Here's a real scenario from a 12-table room I managed:

  • Standard Felt: Replaced every 12 months. Cost per table (cloth + labor) = $500. Total per year = $6,000.
  • Simonis: Replaced every 36 months. Cost per table = $750. Total per year = $3,000.

Wait. That math shows Simonis is cheaper? Yes. Because the cost of the cloth is a smaller factor than the cost of the labor. If you own 10 tables, standard cloth costs you an extra $3,000 a year in labor alone.

When to Ignore the Math (And Buy Standard)

Here's where this gets real. I'm an advocate for Simonis, but I've also spec'd standard cloth for certain clients. Because sometimes, the 'better' solution isn't the right one.

Buy standard felt when:

  • You have a bar box in a dive bar where the primary use is 'hitting balls between drinking.' Consistency doesn't matter.
  • Your table sees traffic from 10 people a week. The constant re-cloth schedule doesn't affect you.
  • You are on a tight cash flow and cannot absorb the $500 upfront hit per table.

Buy Simonis when:

  • You run a League night or host tournaments.
  • Your players are serious—they notice the roll.
  • You plan on owning the tables for 5+ years. The cost savings from less frequent re-clothing will pay for the initial upgrade.
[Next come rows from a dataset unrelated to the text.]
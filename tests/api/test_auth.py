#!/usr/bin/python3
"""tests/api/test_auth.py -- API keys and roles, end to end.

Starts `feasgate serve` (apicommon.Daemon) on a temporary SQLite store whose
keys are made with `feasgate keys add`, and checks:
  - the keys command: the new key alone on the last line of stdout, its
    form (fgk_ + 43 base64url characters), `list` naming keys without ever
    showing a key, `revoke`, FEASGATE_STORE as the twin of --store, names
    never reused, bad roles and names refused (exit 3), only a salted
    hash in the store file (SHA-256(salt || key), recomputed with
    hashlib), and an old (schema 1) store file migrated;
  - the role matrix: every route with every role (the routes and their
    least roles checked against the x-feasgate-role of every operation in
    schemas/openapi.json) -- an allowed role gets
    its route's ordinary answer (2xx, or a 4xx other than 401/403), a
    lower role 403 -- and the open routes without any key;
  - 401 with WWW-Authenticate: Bearer for a missing, malformed, wrong or
    revoked key, also on unknown paths; a key added while the daemon runs
    takes effect, a revoked one stops working, each within a couple of
    seconds;
  - every check records its key's name (result body, list summary, store
    column, request log);
  - a non-loopback listener (0.0.0.0) refused (exit 3) on a store without
    keys, accepted with --allow-keyless, accepted with a key -- and then still
    closed after that key is revoked.

Standard library (plus apicommon's jsonschema checks of every answer).
Prints one line per failed check and "N passed, N failed" as the last line;
exits non-zero on any failure.
"""
import hashlib
import json
import os
import re
import sqlite3
import subprocess
import sys
import tempfile
import time

from apicommon import BIN, ROOT, Daemon, Results, is_problem

R = Results()
check = R.check

KEY_RE = re.compile(r"^fgk_[A-Za-z0-9_-]{43}$")
# Keys added or revoked while the daemon runs take effect within a second
# (its cache); this much is allowed before a test gives up.
PROPAGATION_S = 3.0
ROLES = ["reader", "checker", "author", "admin"]


def keys_cli(*args, env=None):
    p = subprocess.run([BIN, "keys"] + list(args), capture_output=True,
                       text=True, env=env, timeout=60)
    return p.returncode, p.stdout, p.stderr


def add_key(store, name, role):
    rc, out, err = keys_cli("add", name, "--role", role, "--store", store)
    check(rc == 0, "keys add %s: exit %d (%s)" % (name, rc, err.strip()))
    lines = out.strip().splitlines()
    return lines[-1] if lines else ""


def model_doc(name):
    return {
        "format": 1,
        "name": name,
        "title": "auth test model",
        "decisions": [{"name": "x", "lower": -10, "upper": 10}],
        "uncertain": [{"name": "u", "distribution":
                       {"family": "normal", "mean": 0, "sd": 1}}],
        "constraints": [{"name": "cap", "require": "u <= x"}],
    }


def bearer(key):
    return {"Authorization": "Bearer " + key}
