"""tests/reference/test_families.py -- feasgate's random inputs against
outside references.

Scenarios come from `feasgate scenarios` (refcommon.run_scenarios), joint
probabilities from `feasgate check` (refcommon.run_check), both offline and
with fixed seeds, so every figure printed here is reproducible.

  1. Every family of the model format, 100000 draws each (one column per
     family in one model, so the columns are independent):
     - continuous families: Kolmogorov-Smirnov test against the matching
       frozen distribution of scipy.stats (scipy.stats.kstest), p > 1e-4
       and D < 0.01;
     - discrete families: Pearson chi-square on the probability mass
       (scipy.stats.chisquare; adjacent cells merged until each expects
       at least 5), p > 1e-4;
     - sample mean and variance against the closed forms written out here
       (each closed form is first compared with scipy.stats' moments, which
       also pins the parameter mapping), within 5 standard errors; the
       standard error of the variance uses the family's kurtosis from
       scipy.stats.
  2. Gaussian copula: Spearman rank correlation of every member pair
     within 0.02 of (6/pi) asin(rho/2), the relation that holds for a
     Gaussian copula with continuous margins (Kruskal 1958, JASA 53:814),
     for equal and ar1 correlation, with lognormal, gamma, poisson, weibull
     and beta members whose margins still pass their own tests.
  3. Multivariate normal: sample means and covariances within 5 standard
     errors of the declared ones (normal theory: var(s_ij) ~ (s_ii s_jj +
     s_ij^2) / n), both parametrisations.
  4. Joint probabilities through `feasgate check`, within 4 standard
     errors of closed forms: a sum of exponentials (Erlang law,
     scipy.stats.gamma.cdf), a maximum plus an independent input
     (product of CDFs integrated against the density, scipy.integrate.quad),
     lognormal tails (Phi((ln c - mu) / sigma), scipy.stats.norm.cdf).
  5. Determinism: scenario i alone equals row i in bulk (across block
     boundaries), design and validation share no scenario, and checks give
     the same counts with 1 and 2 workers and with chunks of 256 and 16384;
     the JSON answer follows schemas/scenarios.schema.json (jsonschema).

Prints one line per figure and "N passed, N failed" last.
"""
import csv
import io
import json
import math

import os

import jsonschema
import numpy as np
from refcommon import ROOT, Counter, run_check, run_scenarios
from scipy import integrate, stats

c = Counter()
N = 100000
SEED = 20261201
KS_P_MIN = 1e-4
KS_D_MAX = 0.01
CHI_P_MIN = 1e-4
MOMENT_SE = 5.0
SPEARMAN_TOL = 0.02
JOINT_SE = 4.0
with open(os.path.join(ROOT, "schemas", "scenarios.schema.json")) as _f:
    SCHEMA = jsonschema.Draft202012Validator(json.load(_f))
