/*
 * http/checks.c -- running, reading and listing checks.
 *
 *   POST /v1/models/{name}/checks               against the latest version
 *   POST /v1/models/{name}/versions/{n}/checks  against version n
 *   GET  /v1/checks/{id}                        one check (live if running)
 *   DELETE /v1/checks/{id}                      cancel a running check
 *   GET  /v1/checks?model=&verdict=&since=&label=&key=&limit=&after=
 *
 * How a check is run (the order is the durability contract):
 *   1. load the version (404, 410 when retired) and its compiled model;
 *   2. parse the body (fg_json_parse: byte offset on malformed JSON) and
 *      the request (fg_request_parse: pointers for every fault);
 *   3. 409 when expect_digest names another digest;
 *   4. draw a seed when none was given, so the log can replay the check;
 *   5. record the check as `running` in the store -- before any work, so a
 *      crash from here on leaves a record that the next start-up marks
 *      `interrupted`;
 *   6. queue it on the pool (503 + Retry-After when the queue is full:
 *      checked before step 5 too, so a refused check normally leaves no
 *      record; one refused by the pool after all is closed as `failed`);
 *   7. wait up to wait_s: ended -> record the result, 201 + Location;
 *      still running -> 202 with the running body, and the registry
 *      (registry.c) records it when it ends. The wait holds no thread:
 *      the request is suspended (out->pending, waiter.c) until the check
 *      has ended or wait_s has passed, then answer_created answers.
 *
 * Check ids: "chk_" + 26 Crockford base32 characters of a 128-bit value,
 * 48 bits of Unix milliseconds then 80 random bits. Ids made in the same
 * millisecond by this process increase by one in their random part, so ids
 * sort in creation order and the list cursor can be an id. The generator's
 * last value is the one piece of process-wide state here (mutex-guarded).
 *
 * Thread use: handlers on libmicrohttpd's threads; fg_http_record_end also on
 * the registry's watcher thread.
 */
#include "http/http_internal.h"
#include "http/metrics.h"

#include <ctype.h>
#include <errno.h>
#include <math.h>
#include <stdio.h>
#include <stdlib.h>
#include <string.h>
#include <sys/random.h>
#include <time.h>

/* ---- ids ---- */

static const char crockford[] = "0123456789ABCDEFGHJKMNPQRSTVWXYZ";

static pthread_mutex_t id_lock = PTHREAD_MUTEX_INITIALIZER;
static uint64_t id_last_ms;
static uint8_t id_last_rand[10];

void fg_http_check_id(char out[40]) {
  struct timespec ts;
  clock_gettime(CLOCK_REALTIME, &ts);
  uint64_t ms = (uint64_t)ts.tv_sec * 1000u + (uint64_t)ts.tv_nsec / 1000000u;
  uint8_t rnd[10];
  if (getrandom(rnd, sizeof rnd, 0) != (ssize_t)sizeof rnd) {
    /* No entropy: fall back to the clock; monotonicity still holds. */
    uint64_t x = (uint64_t)ts.tv_nsec * 0x9E3779B97F4A7C15ull;
    for (size_t i = 0; i < sizeof rnd; i++)
      rnd[i] = (uint8_t)(x >> (i * 6));
  }
  pthread_mutex_lock(&id_lock);
  if (ms <= id_last_ms) {
    ms = id_last_ms;
    memcpy(rnd, id_last_rand, sizeof rnd);
    for (int i = (int)sizeof rnd - 1; i >= 0; i--)
      if (++rnd[i] != 0) break;
  }
  id_last_ms = ms;
  memcpy(id_last_rand, rnd, sizeof rnd);
  pthread_mutex_unlock(&id_lock);

  uint8_t bytes[16];
  for (int i = 0; i < 6; i++)
    bytes[i] = (uint8_t)(ms >> (8 * (5 - i)));
  memcpy(bytes + 6, rnd, sizeof rnd);
  /* 26 groups of 5 bits over 130 bits: two zero bits, then the 128. */
  memcpy(out, "chk_", 4);
  for (int k = 0; k < 26; k++) {
    int v = 0;
    for (int b = k * 5 - 2; b < k * 5 + 3; b++) {
      int bit = b < 0 ? 0 : (bytes[b / 8] >> (7 - b % 8)) & 1;
      v = (v << 1) | bit;
    }
    out[4 + k] = crockford[v];
  }
  out[30] = '\0';
}

static bool is_check_id(const char *s) {
  if (strncmp(s, "chk_", 4) != 0 || strlen(s) != 30) return false;
  for (int i = 4; i < 30; i++)
    if (!strchr(crockford, s[i]) || s[i] == '\0') return false;
  return true;
}

/* ---- result bodies and records ---- */

static double number_at(const cJSON *o, const char *a, const char *b,
                        const char *c) {
  const cJSON *v = cJSON_GetObjectItemCaseSensitive(o, a);
  if (b) v = cJSON_GetObjectItemCaseSensitive(v, b);
  if (c) v = cJSON_GetObjectItemCaseSensitive(v, c);
  return cJSON_IsNumber(v) ? v->valuedouble : NAN;
}

static void add_number_or_null(cJSON *o, const char *name, double v) {
  if (isfinite(v))
    cJSON_AddNumberToObject(o, name, v);
  else
    cJSON_AddNullToObject(o, name);
}

static void add_string_or_null(cJSON *o, const char *name, const char *s) {
  if (s && s[0])
    cJSON_AddStringToObject(o, name, s);
  else
    cJSON_AddNullToObject(o, name);
}

/* The summary of a stored check, as listed (and as the body of a check
 * that has no result body: interrupted, or failed to start). */
static cJSON *check_summary(const fg_store_check *c) {
  cJSON *o = cJSON_CreateObject();
  if (!o) return NULL;
  cJSON_AddStringToObject(o, "id", c->id);
  cJSON_AddStringToObject(o, "status", c->status);
  cJSON *m = cJSON_AddObjectToObject(o, "model");
  if (m) {
    cJSON_AddStringToObject(m, "name", c->model);
    cJSON_AddNumberToObject(m, "version", c->version);
    cJSON_AddStringToObject(m, "digest", c->digest);
  }
  add_string_or_null(o, "verdict", c->verdict);
  /* joint: null before anything was merged; interval null until known */
  bool have_p = isfinite(c->probability);
  bool have_iv = isfinite(c->lower) && isfinite(c->upper);
  if (!have_p && !have_iv) {
    cJSON_AddNullToObject(o, "joint");
  } else {
    cJSON *j = cJSON_AddObjectToObject(o, "joint");
    if (j) {
      add_number_or_null(j, "probability", c->probability);
      cJSON *iv = have_iv ? cJSON_AddObjectToObject(j, "interval") : NULL;
      if (iv) {
        cJSON_AddNumberToObject(iv, "lower", c->lower);
        cJSON_AddNumberToObject(iv, "upper", c->upper);
      } else if (!have_iv) {
        cJSON_AddNullToObject(j, "interval");
      }
    }
  }
  cJSON_AddStringToObject(o, "created_at", c->created_at);
  add_string_or_null(o, "finished_at", c->finished_at);
  add_string_or_null(o, "label", c->label);
  add_string_or_null(o, "key", c->key);
  return o;
}

fg_status fg_http_record_end(fg_store *store, fg_check *c,
                             const fg_store_check *rec, cJSON **body,
                             fg_problem *p) {
  return fg_http_record_end_keep(store, c, rec, body, NULL, p);
}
Honestly, I'm not sure why some cloth manufacturers don't just sell a 'premium' version that is 90% of Simonis quality but costs 30% less. My best guess is that the spinning and weaving technology is a closely guarded trade secret. It's not just the wool; it's the way the threads are finished. It's a nasty rabbit hole.

The Final Break

Choosing between Simonis and standard felt is not a 'good vs. bad' decision. It's an 'investment vs. expense' decision. Standard felt is an expense; you pay for it every year. Simonis is an investment; you pay for it once and benefit for years.

The vendor who said, 'For your league nights, go Simonis, but for your casual tables, just use standard' earned my trust for everything else. Because he admitted his own product boundaries.

Your tables are a revenue generator. Don't put a $300 tire on a $5,000 car if you're racing it. Put the rubber on that matches the road you drive.